On her financial disclosure filing with the state Ethics Commission, she listed the Narragansett Avenue house in Newport as the business address for Sirena Key Cottage LLC and herself as the manager. (The company appears unregistered in Rhode Island.)

Neither Kalus nor her campaign has responded yet to questions about the nature of the business conducted by Sirena Key Cottage in Rhode Island and potentially elsewhere, and the status of other businesses in which she has been listed as a principal.

It is also unclear if Kalus – who came to Rhode Island to oversee state COVID testing and vaccination contracts – filed tax returns in Rhode Island for 2021.

She amended her ethics filing on Sept. 8 to reflect the "500,001 to $1 million" she was paid consulting for Primary and Immediate Care Solutions dba Doctors Test Centers, the company that had a short-lived COVID testing and vaccination contract with Rhode Island.

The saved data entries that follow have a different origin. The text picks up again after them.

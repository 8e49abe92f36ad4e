import { afterAll, beforeAll, describe, expect, it } from 'vitest';
import { addDays, materialDetailSchema, materialSchema, weekStartOf } from '@millrace/contracts';
import { createTestContext, type TestContext } from './support/test-app';
import { countRows, createMaterial, createProduct } from './support/master-data';

let ctx: TestContext;
beforeAll(async () => {
  ctx = await createTestContext();
});
afterAll(async () => ctx?.close());
const thisWeek = weekStartOf(new Date().toISOString().slice(0, 10), 'monday');

describe('materials', () => {
  it('when a planner creates a material with a fixed order quantity, then 201; others read it, floor leads do not', async () => {
    const planner = await ctx.agentFor('planner');
    const res = await planner.post('/api/materials').send({
      code: 'MAT-PLY',
      name: 'Plywood 18 mm',
      unit: 'm2',
      unitCost: 27.5,
      onHand: 40,
      leadTimeWeeks: 2,
      weeklySupplyCap: 100,
      lotRule: 'fixed_order_quantity',
      lotSize: 60,
    });
    expect(res.status, JSON.stringify(res.body)).toBe(201);
    expect(materialSchema.strict().parse(res.body)).toMatchObject({ code: 'MAT-PLY', lotRule: 'fixed_order_quantity', lotSize: 60, weeklySupplyCap: 100 });
    expect((await (await ctx.agentFor('admin')).get(`/api/materials/${res.body.id}`)).status).toBe(200);
    expect((await (await ctx.agentFor('floor_lead')).get(`/api/materials/${res.body.id}`)).status).toBe(403);
  });

  it('when the lot rule and lot size do not fit together, then 400 on lotSize, also when a PATCH changes only one of them', async () => {
    const planner = await ctx.agentFor('planner');
    const create = await planner.post('/api/materials').send({ code: 'MAT-LOT', name: 'Lot', unit: 'pcs', lotRule: 'lot_for_lot', lotSize: 10 });
    expect(create.status).toBe(400);
    expect(create.body.error.fields).toEqual([{ path: 'lotSize', message: 'Lot-for-lot has no lot size; leave it empty.' }]);
    const m = await createMaterial(planner, { code: 'MAT-LOT' });
    const patch = await planner.patch(`/api/materials/${m.id}`).send({ version: m.version, lotRule: 'minimum_order_quantity' });
    expect(patch.status).toBe(400);
    expect(patch.body.error.fields).toEqual([{ path: 'lotSize', message: 'This lot rule needs a lot size above 0.' }]);
    const ok = await planner.patch(`/api/materials/${m.id}`).send({ version: m.version, lotRule: 'minimum_order_quantity', lotSize: 25 });
    expect(ok.status).toBe(200);
    expect(ok.body).toMatchObject({ lotRule: 'minimum_order_quantity', lotSize: 25, version: m.version + 1 });
  });

  it('when a planner saves scheduled receipts, then they come back by week; a stale version or a misaligned week changes nothing', async () => {
    const planner = await ctx.agentFor('planner');
    const m = await createMaterial(planner, { code: 'MAT-REC' });
    const res = await planner.put(`/api/materials/${m.id}/receipts`).send({
      version: m.version,
      receipts: [
        { weekStart: addDays(thisWeek, 7), qty: 50, reference: 'PO-2' },
        { weekStart: thisWeek, qty: 25.5 },
      ],
    });
    expect(res.status, JSON.stringify(res.body)).toBe(200);
    const detail = materialDetailSchema.strict().parse(res.body);
    expect(detail.receipts.map((r) => [r.weekStart, r.qty, r.reference])).toEqual([
      [thisWeek, 25.5, null],
      [addDays(thisWeek, 7), 50, 'PO-2'],
    ]);
    const before = await countRows(ctx.dataSource, 'scheduled_receipt');
    const stale = await planner.put(`/api/materials/${m.id}/receipts`).send({ version: m.version, receipts: [] });
    expect(stale.status).toBe(409);
    const friday = addDays(thisWeek, 4);
    const misaligned = await planner.put(`/api/materials/${m.id}/receipts`).send({ version: detail.version, receipts: [{ weekStart: friday, qty: 1 }] });
    expect(misaligned.status).toBe(400);
    expect(misaligned.body.error.fields).toEqual([{ path: 'receipts.0.weekStart', message: `${friday} is a Friday; weeks start on Monday.` }]);
    const zero = await planner.put(`/api/materials/${m.id}/receipts`).send({ version: detail.version, receipts: [{ weekStart: thisWeek, qty: 0 }] });
    expect(zero.status).toBe(400);
    expect(zero.body.error.fields).toEqual([{ path: 'receipts.0.qty', message: 'A receipt quantity must be more than 0.' }]);
    expect(await countRows(ctx.dataSource, 'scheduled_receipt')).toBe(before);
  });

  it('when a bill of materials still uses the material, then delete answers 409 naming the product', async () => {
    const planner = await ctx.agentFor('planner');
    const m = await createMaterial(planner, { code: 'MAT-USED' });
    const p = await createProduct(planner, { code: 'P-USES-MAT' });
    await planner.put(`/api/products/${p.id}/bom`).send({ version: p.version, lines: [{ materialId: m.id, qtyPer: 2 }] });
    const res = await planner.delete(`/api/materials/${m.id}`);
    expect(res.status).toBe(409);
    expect(res.body.error.message).toBe('Material MAT-USED cannot be deleted: it is still used by the bill of materials of P-USES-MAT. Remove those first.');
    const unused = await createMaterial(planner, { code: 'MAT-FREE' });
    expect((await planner.delete(`/api/materials/${unused.id}`)).status).toBe(204);
  });

  it('when a list is sorted by lead time descending, then the longest lead time comes first', async () => {
    const planner = await ctx.agentFor('planner');
    await createMaterial(planner, { code: 'MAT-S1', leadTimeWeeks: 1 });
    await createMaterial(planner, { code: 'MAT-S9', leadTimeWeeks: 9 });
    const res = await planner.get('/api/materials?q=MAT-S&sort=leadTimeWeeks&dir=desc');
    expect(res.body.items.map((m: { code: string }) => m.code)).toEqual(['MAT-S9', 'MAT-S1']);
  });
});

Kalus' ethics disclosure filing lists a number of ventures in Illinois and Florida from which she and her husband derived income in 2021.

They include his role as the medical director – and hers as a consultant – to the Chicago-based Primary and Intermediate Care Solutions LLD dba Doctors Test Centers, that had COVID-related contracts for a time in Rhode Island, Key West, Fla. and Chicago, Ill.

The filing also lists his roles in JW plastic Surgery and JW Holdings LLC , based at 20 W. Ontario Street in Chicago.

When asked in April if Kalus would make her tax returns public, her campaign said: "Ashley had to file for an extension, but will release her returns upon completion."

Asked again earlier this week, her spokesman Matt Hanrahan said: "Ashley's latest return has not yet been filed."

McKee has made his tax returns public every year since his tough race to win reelection as lieutenant governor in 2018.

With the Oct. 15 deadline nearing for taxpayers who filed for extensions, his campaign spokeswoman Alana O'Hare told The Journal on Thursday:

"As you know, the Governor filed for an extension on his taxes for this past year and he expects them to be completed in the near future....[And] just as he has done in years past, he will release them publicly once they are filed.

"We hope Ashley Kalus will also release at least three years of tax returns as well," she said.

So what do we know about the McKees' 2021 sources of income?

McKee's 2021 financial disclosure filing with the Ethics Commission indicates that he resigned his seat on the board of Blackstone Valley Prep – the charter school he helped found – within days of becoming governor on March 2, 2021.

He still listed himself as VP of the family-run McKee Brothers Oil as well, having told The Journal during a wide-ranging interview last month that he had relinquished the title.

The company is one of dozens of property owners embroiled in a long-running fight in federal court over who-owes-how-much for the cleanup of the Peterson/Puritan Superfund site, a polluted property that covers 980 acres in Cumberland and Lincoln along the Blackstone River.

In 2021, McKee's wife, Susan, was still working as a reading specialist at the Highlander Charter School in Providence. She is not teaching this year.